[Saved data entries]
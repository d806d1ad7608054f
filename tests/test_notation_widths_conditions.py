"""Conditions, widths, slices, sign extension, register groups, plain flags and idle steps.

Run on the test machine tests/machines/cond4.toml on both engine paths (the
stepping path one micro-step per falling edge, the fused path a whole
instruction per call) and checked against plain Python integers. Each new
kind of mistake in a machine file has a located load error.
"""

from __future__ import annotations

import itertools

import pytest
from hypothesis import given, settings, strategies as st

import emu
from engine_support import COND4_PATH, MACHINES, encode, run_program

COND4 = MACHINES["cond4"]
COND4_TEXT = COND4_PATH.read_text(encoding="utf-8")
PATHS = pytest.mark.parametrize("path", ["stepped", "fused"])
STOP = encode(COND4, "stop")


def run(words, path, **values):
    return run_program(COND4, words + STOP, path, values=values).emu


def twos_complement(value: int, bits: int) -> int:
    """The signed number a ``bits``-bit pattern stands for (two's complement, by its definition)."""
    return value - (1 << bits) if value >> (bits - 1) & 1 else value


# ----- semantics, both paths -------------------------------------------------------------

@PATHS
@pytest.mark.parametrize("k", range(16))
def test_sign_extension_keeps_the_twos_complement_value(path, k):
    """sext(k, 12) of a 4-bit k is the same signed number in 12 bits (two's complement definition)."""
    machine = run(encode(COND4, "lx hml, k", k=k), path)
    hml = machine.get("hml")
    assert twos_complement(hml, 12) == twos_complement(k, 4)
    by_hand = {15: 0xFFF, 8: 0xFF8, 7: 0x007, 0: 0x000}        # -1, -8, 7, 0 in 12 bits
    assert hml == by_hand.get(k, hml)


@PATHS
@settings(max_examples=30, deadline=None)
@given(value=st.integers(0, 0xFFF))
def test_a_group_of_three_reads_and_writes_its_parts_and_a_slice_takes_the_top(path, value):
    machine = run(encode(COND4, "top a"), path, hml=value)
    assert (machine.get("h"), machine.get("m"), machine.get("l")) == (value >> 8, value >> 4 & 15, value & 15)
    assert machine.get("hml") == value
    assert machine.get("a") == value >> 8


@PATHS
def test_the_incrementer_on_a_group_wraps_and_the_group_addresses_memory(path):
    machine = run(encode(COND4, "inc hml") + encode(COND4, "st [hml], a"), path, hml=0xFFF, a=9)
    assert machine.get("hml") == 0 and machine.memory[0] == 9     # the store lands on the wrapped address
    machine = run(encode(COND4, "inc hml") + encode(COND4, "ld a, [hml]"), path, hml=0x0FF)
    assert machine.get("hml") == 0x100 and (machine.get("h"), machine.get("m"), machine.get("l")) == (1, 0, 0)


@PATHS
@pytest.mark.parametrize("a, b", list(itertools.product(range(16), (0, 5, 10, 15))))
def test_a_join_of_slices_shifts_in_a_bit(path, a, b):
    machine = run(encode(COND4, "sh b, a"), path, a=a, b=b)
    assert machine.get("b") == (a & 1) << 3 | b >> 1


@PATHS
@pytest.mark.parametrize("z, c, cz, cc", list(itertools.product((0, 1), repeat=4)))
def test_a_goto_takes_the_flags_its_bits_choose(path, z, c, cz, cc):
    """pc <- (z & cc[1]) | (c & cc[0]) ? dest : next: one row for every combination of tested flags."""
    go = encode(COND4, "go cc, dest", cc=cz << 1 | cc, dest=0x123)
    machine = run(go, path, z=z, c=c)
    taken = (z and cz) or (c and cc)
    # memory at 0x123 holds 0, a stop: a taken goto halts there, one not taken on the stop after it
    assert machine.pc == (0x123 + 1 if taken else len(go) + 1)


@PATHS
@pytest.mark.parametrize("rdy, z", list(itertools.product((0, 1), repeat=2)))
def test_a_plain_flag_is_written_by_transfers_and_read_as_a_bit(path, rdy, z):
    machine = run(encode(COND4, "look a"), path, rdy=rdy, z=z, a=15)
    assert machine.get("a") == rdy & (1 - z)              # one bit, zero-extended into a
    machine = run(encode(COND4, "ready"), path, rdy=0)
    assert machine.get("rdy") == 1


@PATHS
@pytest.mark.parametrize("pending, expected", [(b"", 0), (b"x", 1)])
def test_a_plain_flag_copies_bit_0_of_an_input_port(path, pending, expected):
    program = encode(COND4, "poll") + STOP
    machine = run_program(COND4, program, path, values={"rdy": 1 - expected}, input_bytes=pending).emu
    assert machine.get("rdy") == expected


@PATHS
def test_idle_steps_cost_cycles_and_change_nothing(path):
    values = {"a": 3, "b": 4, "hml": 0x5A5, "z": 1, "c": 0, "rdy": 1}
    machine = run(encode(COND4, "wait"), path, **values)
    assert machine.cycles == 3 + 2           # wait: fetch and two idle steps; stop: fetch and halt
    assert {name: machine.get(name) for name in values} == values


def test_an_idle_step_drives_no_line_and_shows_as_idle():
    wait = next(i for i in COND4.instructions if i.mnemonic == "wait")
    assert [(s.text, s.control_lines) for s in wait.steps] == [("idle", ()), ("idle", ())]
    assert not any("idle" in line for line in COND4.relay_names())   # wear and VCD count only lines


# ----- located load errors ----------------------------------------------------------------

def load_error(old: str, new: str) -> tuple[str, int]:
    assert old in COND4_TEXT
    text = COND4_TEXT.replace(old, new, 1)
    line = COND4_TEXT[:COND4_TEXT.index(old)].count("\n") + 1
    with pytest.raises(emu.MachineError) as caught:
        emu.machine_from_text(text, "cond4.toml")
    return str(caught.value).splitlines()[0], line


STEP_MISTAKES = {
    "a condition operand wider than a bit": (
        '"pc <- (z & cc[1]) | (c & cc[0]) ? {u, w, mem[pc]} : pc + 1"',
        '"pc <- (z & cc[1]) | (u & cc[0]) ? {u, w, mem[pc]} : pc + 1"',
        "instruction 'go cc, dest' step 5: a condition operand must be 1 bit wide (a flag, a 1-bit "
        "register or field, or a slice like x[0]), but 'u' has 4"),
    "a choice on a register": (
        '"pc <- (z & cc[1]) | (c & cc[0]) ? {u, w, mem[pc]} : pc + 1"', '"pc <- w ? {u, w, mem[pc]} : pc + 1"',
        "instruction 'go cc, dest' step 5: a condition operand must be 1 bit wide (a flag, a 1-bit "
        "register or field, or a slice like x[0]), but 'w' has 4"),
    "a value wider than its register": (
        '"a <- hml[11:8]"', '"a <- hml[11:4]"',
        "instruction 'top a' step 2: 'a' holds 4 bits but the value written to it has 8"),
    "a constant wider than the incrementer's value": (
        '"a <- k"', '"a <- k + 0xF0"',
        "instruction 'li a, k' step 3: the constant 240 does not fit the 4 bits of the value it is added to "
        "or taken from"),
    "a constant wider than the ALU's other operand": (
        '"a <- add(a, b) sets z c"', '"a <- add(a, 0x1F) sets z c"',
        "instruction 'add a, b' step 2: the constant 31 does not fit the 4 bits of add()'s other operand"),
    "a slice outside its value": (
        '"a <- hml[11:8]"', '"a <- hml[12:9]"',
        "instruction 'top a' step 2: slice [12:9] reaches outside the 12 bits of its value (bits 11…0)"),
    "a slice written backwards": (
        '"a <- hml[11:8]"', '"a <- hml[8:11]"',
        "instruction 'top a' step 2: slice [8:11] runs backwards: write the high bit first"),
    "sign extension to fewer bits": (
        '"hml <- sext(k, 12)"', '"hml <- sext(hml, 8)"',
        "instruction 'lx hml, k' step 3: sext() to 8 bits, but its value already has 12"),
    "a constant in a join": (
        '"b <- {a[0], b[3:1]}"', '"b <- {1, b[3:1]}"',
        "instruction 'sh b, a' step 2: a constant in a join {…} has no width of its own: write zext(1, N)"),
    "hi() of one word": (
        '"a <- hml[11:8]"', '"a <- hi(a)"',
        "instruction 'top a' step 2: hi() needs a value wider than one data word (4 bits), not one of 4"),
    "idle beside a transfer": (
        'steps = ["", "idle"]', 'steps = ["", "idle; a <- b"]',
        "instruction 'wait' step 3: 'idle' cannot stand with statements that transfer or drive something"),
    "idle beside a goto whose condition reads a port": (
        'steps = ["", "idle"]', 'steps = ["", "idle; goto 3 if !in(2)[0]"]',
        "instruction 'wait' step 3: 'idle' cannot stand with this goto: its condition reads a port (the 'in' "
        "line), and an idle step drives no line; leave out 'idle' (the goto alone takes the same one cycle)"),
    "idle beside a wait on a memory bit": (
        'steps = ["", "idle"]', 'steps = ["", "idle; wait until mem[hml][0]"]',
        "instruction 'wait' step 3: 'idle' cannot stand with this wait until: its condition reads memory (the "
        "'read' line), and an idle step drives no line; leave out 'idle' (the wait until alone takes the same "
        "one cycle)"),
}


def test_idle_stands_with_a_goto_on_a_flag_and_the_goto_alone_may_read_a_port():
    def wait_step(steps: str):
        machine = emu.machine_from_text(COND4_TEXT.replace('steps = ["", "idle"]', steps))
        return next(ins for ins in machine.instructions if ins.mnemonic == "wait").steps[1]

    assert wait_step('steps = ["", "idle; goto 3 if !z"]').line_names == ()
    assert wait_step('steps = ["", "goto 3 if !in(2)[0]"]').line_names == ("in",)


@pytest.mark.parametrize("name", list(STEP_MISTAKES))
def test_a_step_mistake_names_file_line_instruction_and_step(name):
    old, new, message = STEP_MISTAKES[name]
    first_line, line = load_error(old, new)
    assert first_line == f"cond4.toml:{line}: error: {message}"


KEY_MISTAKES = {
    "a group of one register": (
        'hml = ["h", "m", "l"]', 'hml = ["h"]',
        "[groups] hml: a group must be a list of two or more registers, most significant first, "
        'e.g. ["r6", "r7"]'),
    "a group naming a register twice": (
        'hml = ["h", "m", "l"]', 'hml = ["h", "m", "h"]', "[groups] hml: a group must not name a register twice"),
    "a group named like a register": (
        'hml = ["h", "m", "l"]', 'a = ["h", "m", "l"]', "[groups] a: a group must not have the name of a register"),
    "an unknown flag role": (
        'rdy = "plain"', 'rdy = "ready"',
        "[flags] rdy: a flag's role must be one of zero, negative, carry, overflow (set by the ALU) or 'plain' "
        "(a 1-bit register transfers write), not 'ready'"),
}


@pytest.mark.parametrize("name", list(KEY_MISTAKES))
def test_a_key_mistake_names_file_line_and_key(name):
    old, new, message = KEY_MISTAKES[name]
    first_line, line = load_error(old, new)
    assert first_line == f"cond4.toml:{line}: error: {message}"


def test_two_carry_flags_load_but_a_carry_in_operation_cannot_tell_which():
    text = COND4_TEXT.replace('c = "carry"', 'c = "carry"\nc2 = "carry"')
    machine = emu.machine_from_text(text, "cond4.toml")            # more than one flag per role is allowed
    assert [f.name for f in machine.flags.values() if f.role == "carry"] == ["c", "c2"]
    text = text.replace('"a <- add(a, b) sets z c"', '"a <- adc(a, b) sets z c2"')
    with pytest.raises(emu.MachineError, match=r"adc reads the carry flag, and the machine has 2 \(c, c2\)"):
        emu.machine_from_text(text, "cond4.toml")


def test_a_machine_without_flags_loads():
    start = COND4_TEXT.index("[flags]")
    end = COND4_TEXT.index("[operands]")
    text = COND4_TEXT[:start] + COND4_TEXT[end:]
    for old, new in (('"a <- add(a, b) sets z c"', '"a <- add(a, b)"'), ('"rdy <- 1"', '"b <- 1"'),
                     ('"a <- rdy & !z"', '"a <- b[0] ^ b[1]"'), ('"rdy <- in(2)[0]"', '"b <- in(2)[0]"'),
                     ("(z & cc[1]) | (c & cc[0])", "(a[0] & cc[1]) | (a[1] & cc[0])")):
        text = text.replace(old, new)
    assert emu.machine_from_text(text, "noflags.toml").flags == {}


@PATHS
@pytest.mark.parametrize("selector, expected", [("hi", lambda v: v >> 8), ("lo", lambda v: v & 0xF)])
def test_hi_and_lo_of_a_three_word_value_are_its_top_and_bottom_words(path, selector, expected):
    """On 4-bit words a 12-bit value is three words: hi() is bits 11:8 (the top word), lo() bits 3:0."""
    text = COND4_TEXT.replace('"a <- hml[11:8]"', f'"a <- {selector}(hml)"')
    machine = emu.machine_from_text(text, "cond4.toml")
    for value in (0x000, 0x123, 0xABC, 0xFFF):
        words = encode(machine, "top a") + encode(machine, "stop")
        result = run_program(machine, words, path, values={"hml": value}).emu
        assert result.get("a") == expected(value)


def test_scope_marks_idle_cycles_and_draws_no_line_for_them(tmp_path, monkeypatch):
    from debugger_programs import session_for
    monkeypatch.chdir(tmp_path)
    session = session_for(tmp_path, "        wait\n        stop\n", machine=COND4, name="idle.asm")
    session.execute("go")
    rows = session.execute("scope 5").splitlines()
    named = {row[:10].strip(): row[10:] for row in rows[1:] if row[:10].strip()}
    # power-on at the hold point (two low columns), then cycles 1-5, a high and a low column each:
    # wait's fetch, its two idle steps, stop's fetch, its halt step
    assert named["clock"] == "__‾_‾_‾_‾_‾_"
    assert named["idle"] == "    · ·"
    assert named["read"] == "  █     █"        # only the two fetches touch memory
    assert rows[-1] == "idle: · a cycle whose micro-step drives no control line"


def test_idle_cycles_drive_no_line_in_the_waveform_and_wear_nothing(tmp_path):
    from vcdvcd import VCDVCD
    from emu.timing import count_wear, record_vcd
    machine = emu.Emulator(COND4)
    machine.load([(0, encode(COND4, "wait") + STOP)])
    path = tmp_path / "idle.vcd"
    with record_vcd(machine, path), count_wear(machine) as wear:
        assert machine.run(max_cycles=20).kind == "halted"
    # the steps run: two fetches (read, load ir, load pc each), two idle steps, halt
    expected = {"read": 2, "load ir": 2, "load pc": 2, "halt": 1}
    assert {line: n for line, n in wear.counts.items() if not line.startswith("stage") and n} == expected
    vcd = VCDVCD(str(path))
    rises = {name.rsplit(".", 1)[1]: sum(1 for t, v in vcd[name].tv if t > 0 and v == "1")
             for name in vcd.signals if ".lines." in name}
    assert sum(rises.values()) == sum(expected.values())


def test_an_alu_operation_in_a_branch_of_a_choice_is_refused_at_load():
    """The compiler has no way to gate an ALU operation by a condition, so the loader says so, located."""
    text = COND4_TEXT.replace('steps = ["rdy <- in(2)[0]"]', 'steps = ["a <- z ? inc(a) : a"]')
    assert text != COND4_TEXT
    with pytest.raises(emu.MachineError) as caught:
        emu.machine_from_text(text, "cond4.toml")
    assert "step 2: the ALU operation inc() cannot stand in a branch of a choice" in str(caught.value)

■ **Task directions**: Stopping at the line containing "def twos_complement(value: int, bits: int)", please repeat exactly every line from the very start of the entries, that line included, and nothing more.

■ **Completed exercise**:
repository d806d1ad7608054f
filename tests/test_notation_widths_conditions.py
"""Conditions, widths, slices, sign extension, register groups, plain flags and idle steps.

Run on the test machine tests/machines/cond4.toml on both engine paths (the
stepping path one micro-step per falling edge, the fused path a whole
instruction per call) and checked against plain Python integers. Each new
kind of mistake in a machine file has a located load error.
"""

from __future__ import annotations

import itertools

import pytest
from hypothesis import given, settings, strategies as st

import emu
from engine_support import COND4_PATH, MACHINES, encode, run_program

COND4 = MACHINES["cond4"]
COND4_TEXT = COND4_PATH.read_text(encoding="utf-8")
PATHS = pytest.mark.parametrize("path", ["stepped", "fused"])
STOP = encode(COND4, "stop")


def run(words, path, **values):
    return run_program(COND4, words + STOP, path, values=values).emu


def twos_complement(value: int, bits: int) -> int:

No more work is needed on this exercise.